Hadoop installation Steps – Edit yarn-site.xml

After adding above parameters save this file. Press  “Ctrl+X” on your keyboard.

V. Starting the Hadoop Cluster

a. NameNode Formatting
hdfs namenode -format

starting_hadoop

Cloudera Hadoop Installation – NameNode formatting

NOTE: After we install hadoop on CentOS, we perform this activity only once otherwise all the data will get deleted and namenode would be assigned some other namespaceId. In case namenode and datanode Id’s doesn’t matches, then the datanode daemons will not start while starting the daemons.
b. Start HDFS Daemons
start-dfs.sh
c.
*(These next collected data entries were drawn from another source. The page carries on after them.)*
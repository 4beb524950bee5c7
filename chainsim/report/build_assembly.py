"""How a lift goes together, step by step."""

from __future__ import annotations

from chainsim.report.build_case import Case
from chainsim.report.build_direction import turning
from chainsim.report.build_line import place_text
from chainsim.report.build_takeup import movable_axles, resting_travel, travel_of, way_of
from chainsim.report.layout_notes import mount_text


def assembly_steps(case: Case) -> list[str]:
    """Say how the lift goes together.

    Parameters
    ----------
    case : Case
        The lift.

    Returns
    -------
    list of str
        Steps in their order, with figures.
    """
    n, movable = case.lift.n_links, movable_axles(case)
    driven = case.lift.wheels[case.driven].name
    steps = [
        "Lay all parts out and count them against the first list. Measure the check square of each "
        "printed drawing before anything is cut from it.",
        "Set the fixed axles to their places, level and parallel, sprockets in one plane.",
    ]
    if movable:
        names = " and ".join(case.lift.wheels[k].name for k in movable)
        steps.append(
            f"Mount {names} so that it is free along its way over the whole travel told, with the "
            "catching stop in place; hold it up."
        )
    if case.scenario.carriers is not None:
        carriers = case.scenario.carriers
        where = "the links listed" if carriers.at else f"every {carriers.every} links"
        up = "lips up on the strand that rises, pockets outward"
        steps.append(f"Fit the carriers to the open chain, one on {where}: {up}.")
    order = ", ".join(case.lift.wheel_names)
    steps.append(
        f"Lay the chain round {order}, in this order of travel, and close it at {n} links."
    )
    for k in movable:
        mount = case.scenario.sprocket[k].mount
        rest = resting_travel(case, k)
        stands = rest if rest is not None else travel_of(case, k).new
        x, y = (float(part) for part in stands * way_of(case, k))
        steps.append(
            f"Let {case.lift.wheels[k].name} down gently until the chain carries it "
            f"({mount_text(mount)}). It comes to stand {place_text(case.across(x), y)} from its "
            "place on the drawing, right and up, within the band of the checks."
        )
    if not movable:
        steps.append("Set the screwed axle until the chain is taut without being strained.")
    steps += [
        f"Turn {driven} by hand one whole turn of the chain, {turning(case)}: nothing may touch, "
        "and no carrier may catch.",
        "Check the motor's direction before it is coupled, then couple it with the end play told.",
        "Fit the guards. Then go through the checks at commissioning, empty first, then with "
        "balls.",
    ]
    return steps
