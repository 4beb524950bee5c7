"""The drive on the build sheet: what the motor has to give, and its margins."""

from __future__ import annotations

from collections.abc import Iterator

from chainsim import closed_forms as cf
from chainsim.analysis.advice import STALL_RESERVE
from chainsim.analysis.drive import droop, duty
from chainsim.analysis.sized import sprocket_torque, starting_pull
from chainsim.report.build_case import Case, steady_mean
from chainsim.report.build_line import (
    CLOSED,
    CLOSED_ONLY,
    PRACTICE,
    SIMULATED,
    STATED,
    Line,
    Part,
    known,
    ran_or_reckoned,
)
from chainsim.scenario.schema_drive import Motor

RAMPS = {
    "smooth": "speed follows half a cosine: the controller must give it, a bare switch does not",
    "linear": "speed grows evenly: the controller must give it, a bare switch does not",
}
"""What a shape of ramp asks of the controller."""

REACTIONS = {
    "frame": "the frame, by a torque arm",
    "mount": "the hung unit, by its weight off the axle",
}
"""What a reaction is in a workshop's words."""

SPEED_SHARE = 0.05
"""Band of the motor's speed to accept (dimensionless); our choice."""

CONTINUOUS_SHARE = 0.8
"""Share of its continuous rating that a motor runs at (dimensionless); common practice, no
source."""


def drive_part(case: Case) -> Part:
    """Write the duty of the motor with its margins.

    Parameters
    ----------
    case : Case
        The lift.
    """
    motor = case.scenario.drive.motor
    text = (
        "What was calculated with is a set speed, not a motor: order one that gives at least this."
        if motor is None
        else "Torques and speeds at the driven sprocket, unless the line says motor."
    )
    lines = list(_load_lines(case))
    lines += _motor_lines(case) if motor is not None else _order_lines(case)
    lines.append(_pull_line(case))
    return Part("drive", "Motor duty", text, tuple(lines))


def running_torque(case: Case) -> tuple[float | None, float | None]:
    """Return the mean torque on the driven sprocket in steady running.

    Parameters
    ----------
    case : Case
        The lift.

    Returns
    -------
    simulated, closed : float or None
        What the run gave and what the closed form says [N m].
    """
    load = case.simulated(duty)
    closed = sprocket_torque(case.sized) if case.sized else None
    return (abs(load.mean_torque) if load else None), closed


def driven_rate(case: Case) -> float | None:
    """Return the mean speed of the driven sprocket in steady running [rad/s], None without a run.

    Parameters
    ----------
    case : Case
        The lift.
    """
    return case.simulated(lambda s: abs(steady_mean(s, "sprockets/rate", case.driven)))


def wanted_torques(case: Case) -> tuple[float, float] | None:
    """Return what a gearmotor must give where the scenario has none.

    Parameters
    ----------
    case : Case
        The lift.

    Returns
    -------
    lasting, stall : float
        Least continuous and least stall torque at the sprocket [N m]; None where neither a run nor
        a closed form tells.
    """
    load, (mean, closed) = case.simulated(duty), running_torque(case)
    running = mean if known(mean) else closed
    heating = load.rms_torque if load is not None and known(load.rms_torque) else running
    if running is None or heating is None:
        return None
    peak = load.peak_torque / CONTINUOUS_SHARE if load is not None else 0.0
    return heating / CONTINUOUS_SHARE, max(STALL_RESERVE * running, peak)


def _load_lines(case: Case) -> Iterator[Line]:
    load, (mean, closed) = case.simulated(duty), running_torque(case)
    radius = case.lift.wheels[case.driven].radius
    drive = case.scenario.drive
    yield Line("driven sprocket", case.lift.wheels[case.driven].name)
    if drive.kind == "speed":
        yield Line("starts and stops on a ramp of", drive.ramp, "s", note=RAMPS[drive.ramp_shape])
    yield Line("what takes its torque", REACTIONS[drive.reaction])
    line = Line("speed of the driven sprocket", None, "rad s-1", note="mean over a turn")
    yield ran_or_reckoned(line, driven_rate(case), case.rate)
    yield ran_or_reckoned(Line("mean torque on it, running", None, "N m"), mean, closed)
    yield ran_or_reckoned(Line("r.m.s. torque, running", None, "N m"), load and load.rms_torque)
    start = (starting_pull(case.sized) * radius + (closed or 0.0)) if case.sized else None
    line = Line("peak torque", None, "N m", note="whole run, starts and stops included")
    yield ran_or_reckoned(line, load and load.peak_torque, start)
    power = closed * case.rate if closed is not None else None
    line = Line("mechanical power, running", None, "W")
    yield ran_or_reckoned(line, load and load.mean_power, power)


def _order_lines(case: Case) -> Iterator[Line]:
    """What to order where the scenario has no motor."""
    torques = wanted_torques(case)
    if torques is None:
        return
    source = SIMULATED if case.run is not None else CLOSED_ONLY
    yield Line(
        "gearmotor: continuous torque of at least",
        torques[0],
        "N m",
        source,
        f"running at most at {100 * CONTINUOUS_SHARE:.0f} % of its rating; {PRACTICE}",
    )
    yield Line(
        "gearmotor: stall torque of at least",
        torques[1],
        "N m",
        source,
        f"{STALL_RESERVE:g} times the running torque, and above the peak; {PRACTICE}",
    )
    rate = case.rate
    yield Line(
        "gearmotor: speed under that load",
        rate,
        "rad s-1",
        STATED,
        "not its speed without load; set it by the supply or a controller",
        (1.0 - SPEED_SHARE) * rate,
        (1.0 + SPEED_SHARE) * rate,
    )


def _pull_line(case: Case) -> Line:
    """Torque at which a stalled drive reaches the strength of the links."""
    radius = case.lift.wheels[case.driven].radius
    most = case.sized.running.most if case.sized else 0.0
    spare = (case.scenario.chain.allowable_tension - most) * radius
    motor = case.scenario.drive.motor
    stall = case.scenario.drive.max_torque
    if motor is not None:
        stall = motor.stall_torque * motor.gear_ratio * motor.gear_efficiency
    note = (
        "above it a jam loads links beyond what they are allowed: a clutch or the supply limits it"
    )
    if stall is not None:
        word = "does not reach it" if stall <= spare else "EXCEEDS it"
        note = f"this drive stalls at {1e3 * stall:.0f} mN m and {word}; {note}"
    return Line("torque limit of the drive, at most", spare, "N m", CLOSED, note, None, spare)


def _motor_lines(case: Case) -> Iterator[Line]:
    motor, (mean, closed) = case.scenario.drive.motor, running_torque(case)
    torque = mean if known(mean) else closed
    if motor is None or torque is None:
        return
    source = SIMULATED if known(mean) else CLOSED_ONLY
    load = torque / (motor.gear_ratio * motor.gear_efficiency)
    yield Line("motor: supply", motor.supply, "V")
    yield Line("motor: gear ratio", motor.gear_ratio, "1")
    yield Line("motor: speed without load", motor.no_load_speed, "rad s-1")
    yield Line("motor: torque, running", load, "N m", source, "through gear ratio and efficiency")
    if motor.continuous_torque is not None:
        share = load / motor.continuous_torque
        yield Line("motor: share of its continuous torque", share, "share", source, "", None, 1.0)
    share = load / motor.stall_torque
    yield Line(
        "motor: share of its stall torque", share, "share", source, "", None, 1 / STALL_RESERVE
    )
    speed = cf.motor_speed(load, motor.no_load_speed, motor.stall_torque)
    ran = driven_rate(case)
    line = Line("motor: speed, running", None, "rad s-1")
    yield ran_or_reckoned(line, ran and ran * motor.gear_ratio, speed)
    slow = case.simulated(droop)
    line = Line("motor: loss of speed under load", None, "share")
    yield ran_or_reckoned(line, slow and slow.share, 1.0 - speed / motor.no_load_speed)
    yield from _heat_lines(case, motor, load, speed)


def reckoned_current(case: Case, torque: float | None) -> float | None:
    """Return the current of the motor at a torque on the sprocket, by its straight line.

    Parameters
    ----------
    case : Case
        The lift.
    torque : float or None
        At the driven sprocket [N m].

    Returns
    -------
    float or None
        Current [A]; None without a motor or a torque.
    """
    motor = case.scenario.drive.motor
    if motor is None or torque is None:
        return None
    load = torque / (motor.gear_ratio * motor.gear_efficiency)
    return cf.motor_current(load, motor.stall_torque, motor.no_load_current, motor.stall_current)


def _heat_lines(case: Case, motor: Motor, load: float, speed: float) -> Iterator[Line]:
    """Current, and the power that stays in the motor as heat."""
    closed = cf.motor_current(load, motor.stall_torque, motor.no_load_current, motor.stall_current)
    ran = case.simulated(lambda s: steady_mean(s, "drive/current"))
    yield ran_or_reckoned(Line("motor: current, running", None, "A"), ran, closed)
    yield Line("motor: current when stalled", motor.stall_current, "A", STATED, "fuse below it")
    has_run = known(ran)
    heat = motor.supply * (ran if has_run else closed) - load * speed
    yield Line(
        "motor: heat",
        heat,
        "W",
        SIMULATED if has_run else CLOSED_ONLY,
        "supply power less shaft power at the full supply voltage",
    )
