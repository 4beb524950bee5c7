// Unpacks the recorded moments and reads values between two of them.
// The script files share one function scope; the page wraps them.
const byId = (id) => document.getElementById(id);
const player = byId("player");
if (!player) return;
const scene = JSON.parse(byId("scene").textContent);
const status = byId("player-status");

if (typeof DecompressionStream === "undefined") {
  status.textContent =
    "This browser cannot unpack the motion (it lacks DecompressionStream). " +
    "The still drawings and plots below show the same run; any browser from 2023 on plays it.";
  return;
}

// ---- unpacking: gzip, low bytes then high bytes, differences along time ----
async function unpack() {
  const text = atob(byId("frames").textContent.trim());
  const packed = new Uint8Array(text.length);
  for (let i = 0; i < text.length; i++) packed[i] = text.charCodeAt(i);
  const stream = new Blob([packed]).stream().pipeThrough(new DecompressionStream("gzip"));
  const bytes = new Uint8Array(await new Response(stream).arrayBuffer());
  const frames = scene.time.length;
  const out = {};
  let start = 0;
  for (const channel of scene.channels) {
    const values = channel.series * frames;
    const data = new Uint16Array(values);
    for (let s = 0; s < channel.series; s++) {
      let sum = 0;
      for (let f = 0; f < frames; f++) {
        const k = s * frames + f;
        sum = (sum + bytes[start + k] + 256 * bytes[start + values + k]) & 0xffff;
        data[k] = sum;
      }
    }
    start += 2 * values;
    out[channel.name] = { data: data, low: channel.low, step: channel.step, series: channel.series };
  }
  return out;
}

// ---- reading values at a moment between two recorded frames ----
let store = null;
let now = { frame: 0, next: 0, share: 0, time: scene.time[0] };

function moment(time) {
  const t = scene.time;
  let low = 0;
  let high = t.length - 1;
  while (high - low > 1) {
    const middle = (low + high) >> 1;
    if (t[middle] <= time) low = middle;
    else high = middle;
  }
  if (t[high] <= time) low = high;
  const next = Math.min(low + 1, t.length - 1);
  const width = t[next] - t[low];
  const share = width > 0 ? Math.min(Math.max((time - t[low]) / width, 0), 1) : 0;
  return { frame: low, next: next, share: share, time: time };
}

function raw(name, series, frame) {
  return store[name].data[series * scene.time.length + frame];
}

function value(name, series) {
  const channel = store[name];
  const a = raw(name, series, now.frame);
  const b = raw(name, series, now.next);
  return channel.low[series % channel.low.length] +
    channel.step[series % channel.step.length] * (a + (b - a) * now.share);
}

function angle(name, series) {
  const a = raw(name, series, now.frame);
  let turn = raw(name, series, now.next) - a;
  if (turn > 32768) turn -= 65536;
  if (turn < -32768) turn += 65536;
  return ((a + turn * now.share) * 2 * Math.PI) / 65536;
}

function frozen(name, series) {
  const channel = store[name];
  return channel.low[series % channel.low.length] +
    channel.step[series % channel.step.length] * raw(name, series, now.frame);
}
Start YARN Daemons
start-yarn.sh

2.3. Checking Installation

In order to check whether Hadoop is running successfully or not open the below address on any of your browsers:
http://localhost:50070

Browser

Checking Install Hadoop on CentOS

If this output appears means you have successfully installed Hadoop in CentOS. After Hadoop Installation studies this guide to learn how Hadoop works.
See Also-

Hope you This tutorial on Install Hadoop on CentOS was to you. If you have any queries on How to install Hadoop on CentOS drop a comment below and we will get back to you.

8 Responses

  1. lilly says:

    Hello There. I found your blog using msn. This is a very well written article. I have successfully installed and run Hadoop.
    I’ll be sure to bookmark it and come back to read more. Thanks for the post.

  2. scott says:

    Hello there, You’ve done an incredible job. I’ll definitely digg it and
    for my part recommend to my friends. I am sure they’ll be benefited from this website.

  3. Kiersten says:

    Hi there would you mind sharing which blog platform you’re working with?
    I’m looking to start my own blog soon but I’m having a hard time deciding between BlogEngine/Wordpress/B2evolution and Drupal.
    The reason I ask is because your design seems different then most blogs and I’m looking
    for something completely unique. P.S My apologies for getting off-topic but
    I had to ask!

  4. annettappleroth says:

    Thanks for this. You always have some great posts. I shared this on Facebook and my followers loved it.
    Keep the the good work!

  5. Andrew says:

    Installed hadoop on Redhat RHEL 7 using your article, nice presentation.
    Are these same steps valid for Ubuntu as well ?

  6. cornelius says:

    Great article. I have installed hadoop in like butter….
    Thanks a ton

  7. ElliRBarko says:

    hello!,I like your writing so much! percentage we remain in contact extra approximately your article
    I require a professional in this particular space to eliminate my problem.
    Maybe that’s you! Having a look forward to peer you.
    Thanks

  8. LeilaKMauser says:

    Hurrah! Finally I got a blog where I have the capacity to actually take helpful
    data concerning my study and knowledge.

Leave a Reply

Your email address will not be published. Required fields are marked *

This site is protected by reCAPTCHA and the Google Privacy Policy and Terms of Service apply.